Adenovirus (Ad) has been applied for gene therapy in various applications, taking advantage of its high transduction efficiency in vivo (1). However, commonly used vectors based on Ad serotype 5 and 2 require the primary adenoviral receptor, the cox-sackie adenovirus receptor (CAR), for efficient infection and, hence, show tropism determined by the tissue distribution of the CAR expression (2-5). This characteristic of the current adenoviral vector system leads to two fundamental problems; high trans-duction of nontarget cells and low transduction of the target cells.
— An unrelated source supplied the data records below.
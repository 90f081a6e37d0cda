using WaterMix.Core.Samples;
using WaterMix.Formats.Reading;
using WaterMix.Testing;

namespace WaterMix.Formats.Tests.Reading;

public class OpenDataTests
{
    [Theory]
    [InlineData("bottle/a03_hy1.csv")]
    [InlineData("bottle/a03_1993_uniform.csv")]
    [InlineData("bottle/btl_csv.csv")]
    [InlineData("bottle/i06s_33RR20080204_mini_hy1.csv")]
    [InlineData("ctd/18HU20130507_00235_00001_ct1.csv")]
    [InlineData("ctd/a03_3_00001_ct1.csv")]
    [InlineData("ctd/p10_00026_00001_ct1.csv")]
    public void ReadBlocks_OpenFile_RoundTripsThroughTidyCsv(string file)
    {
        using OpenedSamples opened = SampleReader.Open([TestData.File(file)], new ReadingOptions());
        SampleTable table = Assert.Single(opened.ReadBlocks(TestContext.Current.CancellationToken)).Table;
        TestContext.Current.SendDiagnosticMessage(opened.Report.ToText());
        Assert.False(opened.HasErrors, string.Join("\n", opened.Findings));

        byte[] tidy = ReadingHelp.Write(table);
        using OpenedSamples again = SampleReader.Open([ReadingHelp.File("a.csv", tidy)], new ReadingOptions());
        SampleTable back = Assert.Single(again.ReadBlocks(TestContext.Current.CancellationToken)).Table;

        Assert.False(again.HasErrors, string.Join("\n", again.Findings));
        ReadingHelp.AssertSame(table, back);
    }
}
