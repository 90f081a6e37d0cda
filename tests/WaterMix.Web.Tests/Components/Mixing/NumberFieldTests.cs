using Bunit;
using WaterMix.Core.Quantities;
using WaterMix.Web.Components.Mixing;
using WaterMix.Web.State.Mixing;

namespace WaterMix.Web.Tests.Components.Mixing;

public class NumberFieldTests : BunitContext
{
    private double? _stored = 285;
    private int _changes;

    [Fact]
    public void Change_ANumber_IsHandedOn()
    {
        IRenderedComponent<NumberField> field = Show();
        field.Find("input").Change("290.5");
        Assert.Equal(290.5, _stored);
        Assert.Equal(1, _changes);
    }

    [Fact]
    public void Change_Text_SaysSoAtTheFieldAndKeepsTheStoredValue()
    {
        IRenderedComponent<NumberField> field = Show();
        field.Find("input").Change("salty");
        Assert.Equal(285, _stored);
        Assert.Equal(0, _changes);
        Assert.Equal("true", field.Find("input").GetAttribute("aria-invalid"));
        string message = field.Find("#" + field.Find("input").GetAttribute("aria-describedby")).TextContent;
        Assert.Contains("\u201csalty\u201d is not a number", message, StringComparison.Ordinal);
        Assert.Contains("285 stays stored", message, StringComparison.Ordinal);
    }

    [Fact]
    public void Change_TextAndThenEscape_ShowsTheStoredValueAgain()
    {
        IRenderedComponent<NumberField> field = Show();
        field.Find("input").Change("salty");
        field.Find("input").KeyDown("Escape");
        Assert.Equal("285", field.Find("input").GetAttribute("value"));
        Assert.Null(field.Find("input").GetAttribute("aria-invalid"));
    }

    [Fact]
    public void Value_ChangedFromOutside_TakesThePlaceOfAWrongText()
    {
        IRenderedComponent<NumberField> field = Show();
        field.Find("input").Change("salty");
        field.Render(p => p.Add(f => f.Value, -3));
        Assert.Equal("\u22123", field.Find("input").GetAttribute("value"));
        Assert.Empty(field.FindAll("[role=alert]"));
    }

    private IRenderedComponent<NumberField> Show() => Render<NumberField>(p => p
        .Add(f => f.Label, "oxygen of NDW")
        .Add(f => f.Value, _stored)
        .Add(f => f.Rule, NumberRule.ValueOf(Quantity.Oxygen))
        .Add(f => f.OnChange, value =>
        {
            _stored = value;
            _changes++;
        }));
}
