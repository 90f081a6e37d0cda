// The page's colours as they stand now, and word when they change.

export function isDark() {
  return document.documentElement.dataset.theme === "dark";
}

/** The colour of a theme variable such as "--ink". */
export function variable(name) {
  return getComputedStyle(document.documentElement).getPropertyValue(name).trim() || "#888888";
}

/** A colour as it is now: one of a [light, dark] pair; var(--name) is looked up. */
export function resolve(pair) {
  const colour = pair[isDark() ? 1 : 0];
  const name = /^var\((--[a-z-]+)\)$/.exec(colour);
  return name ? variable(name[1]) : colour;
}

/** A mixture of two #rrggbb colours. */
export function mix(a, b, share) {
  const part = (hex, at) => parseInt(hex.slice(at, at + 2), 16);
  const mixed = at => Math.round(part(a, at) + share * (part(b, at) - part(a, at)));
  return `rgb(${mixed(1)}, ${mixed(3)}, ${mixed(5)})`;
}

export function font(size) {
  return `${size}px ${getComputedStyle(document.body).fontFamily}`;
}

/** Calls back after the theme changed; gives a function that ends it. */
export function onChange(callback) {
  const observer = new MutationObserver(callback);
  observer.observe(document.documentElement, { attributes: true, attributeFilter: ["data-theme"] });
  return () => observer.disconnect();
}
The first issue is transduction of unwanted cell subsets. In vivo, systemically administered adenovirus vectors (or those released from local injection sites) predominantly accumulate in the liver as a result of both CAR-dependent and -independent mechanisms, leading to strong expression of the payload gene (4-9). For some diseases like hemophilia, the expression of the transgene in the liver is desirable, because the predominant, natural production site of those proteins is the liver (10,11). However, for many diseases, which require transgene expression in target cells other than the hepato-cyte, vector absorption by the liver and the possible toxicity resulting from ectopic expression of the transgene hampers the systemic application of adenoviral vectors. This is typically the case for cancer gene therapy. If nonselective vectors are employed, for example, for systemic suicide gene therapy, the expression of the activator enzyme in the liver would lead to severe adverse effects as a result of nontarget activation of the prodrug (6,12-14). Hence, a strategy to target cytotoxic transgene expression is required.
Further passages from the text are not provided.